INSTRUCTIONS FOR THE TASK: Where does the string "print" appear in the records? Copy each line that holds it.

(Stored data)
#####

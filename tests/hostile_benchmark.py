"""Damaged files of every kind through whole runs: what becomes of them, by kind.

    python -m tests.hostile_benchmark [--variants 120] [--seed 7] [--kind NAME]

Each variant is a file that `tests.digitize.archive.hostile` damages, read by a process of its own
within limits of time and address space, with the real readers of files and a stand-in for what
follows. A run that breaks a promise (a content without a row, a failure without a reason, a
traceback, a file outside the store) ends with exit code 1.
"""

import argparse
import contextlib
import io
import sqlite3
import sys
import tempfile
import time
from collections import Counter
from pathlib import Path

from digitize.archive.alone import Limits
from digitize.archive.engines import this_machine
from digitize.archive.run import run_archive
from digitize.options import Options
from tests.digitize.archive import hostile
from tests.digitize.archive import stand_in as made

LIMITS = Limits(20.0, 3072)


def main() -> int:
    """Run all kinds and print a table."""
    parser = argparse.ArgumentParser(description=__doc__)
    parser.add_argument("--variants", type=int, default=120, help="of each kind")
    parser.add_argument("--seed", type=int, default=7)
    parser.add_argument("--kind", choices=hostile.whole_files(), help="that kind alone")
    given = parser.parse_args()
    kinds = [given.kind] if given.kind else [*hostile.whole_files()]
    print("kind             files  pages   good failed  seconds  reasons")
    total, broken, reasons = Counter[str](), [], Counter[str]()
    for kind in kinds:
        contents = [*hostile.variants(kind, given.variants, given.seed), *hostile.cuts(kind)]
        counts, said, seconds, promises = _run(kind, contents)
        broken += promises
        reasons += said
        total += counts
        print(
            f"{kind:<16} {counts['files']:5} {counts['pages']:6} {counts['good']:6} "
            f"{counts['failed']:6} {seconds:8.1f}  {len(said)}"
        )
    print(f"\n{total['files']} files, {total['pages']} pages: {total['good']} read")
    for reason, count in reasons.most_common():
        print(f"{count:6}  {reason}")
    for promise in broken:
        print(f"BROKEN: {promise}")
    return 1 if broken else 0


def _run(kind: str, contents: list[bytes]) -> tuple[Counter[str], Counter[str], float, list[str]]:
    """Counts, reasons, seconds and broken promises of one kind."""
    ending = kind.split(".")[0]
    with tempfile.TemporaryDirectory() as folder:
        scans, store = Path(folder, "scans"), Path(folder, "store")
        scans.mkdir()
        for number, content in enumerate(contents):
            (scans / f"{number}.{ending}").write_bytes(content)
        before = {path for path in Path(folder).rglob("*") if store not in path.parents}
        said, began = io.StringIO(), time.monotonic()
        with contextlib.redirect_stderr(said), contextlib.redirect_stdout(io.StringIO()):
            options = Options(max_megapixels=20)
            run_archive([scans], store, options, LIMITS, this_machine(2), read=made.read)
        seconds = time.monotonic() - began
        with contextlib.closing(sqlite3.connect(store / "catalogue.sqlite")) as db:
            rows = db.execute("SELECT sha256, status, reason FROM page").fetchall()
        after = {path for path in Path(folder).rglob("*") if store not in path.parents}
        promises = []
        if ending != "zip" and len({row[0] for row in rows}) != len(set(contents)):
            promises.append(f"{kind}: not every content has a row")
        if any(status == "failed" and not reason for _, status, reason in rows):
            promises.append(f"{kind}: a failure without a reason")
        if "Traceback" in said.getvalue():
            promises.append(f"{kind}: a traceback")
        if after - before != {store}:
            promises.append(f"{kind}: a file outside the store")
    counts = Counter(files=len(set(contents)), pages=len(rows))
    counts.update(status for _, status, _ in rows)
    return counts, Counter(reason for *_, reason in rows if reason), seconds, promises


if __name__ == "__main__":
    sys.exit(main())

#####

EXERCISE SOLUTION:
    """Run all kinds and print a table."""
    print("kind             files  pages   good failed  seconds  reasons")
        print(
    print(f"\n{total['files']} files, {total['pages']} pages: {total['good']} read")
        print(f"{count:6}  {reason}")
        print(f"BROKEN: {promise}")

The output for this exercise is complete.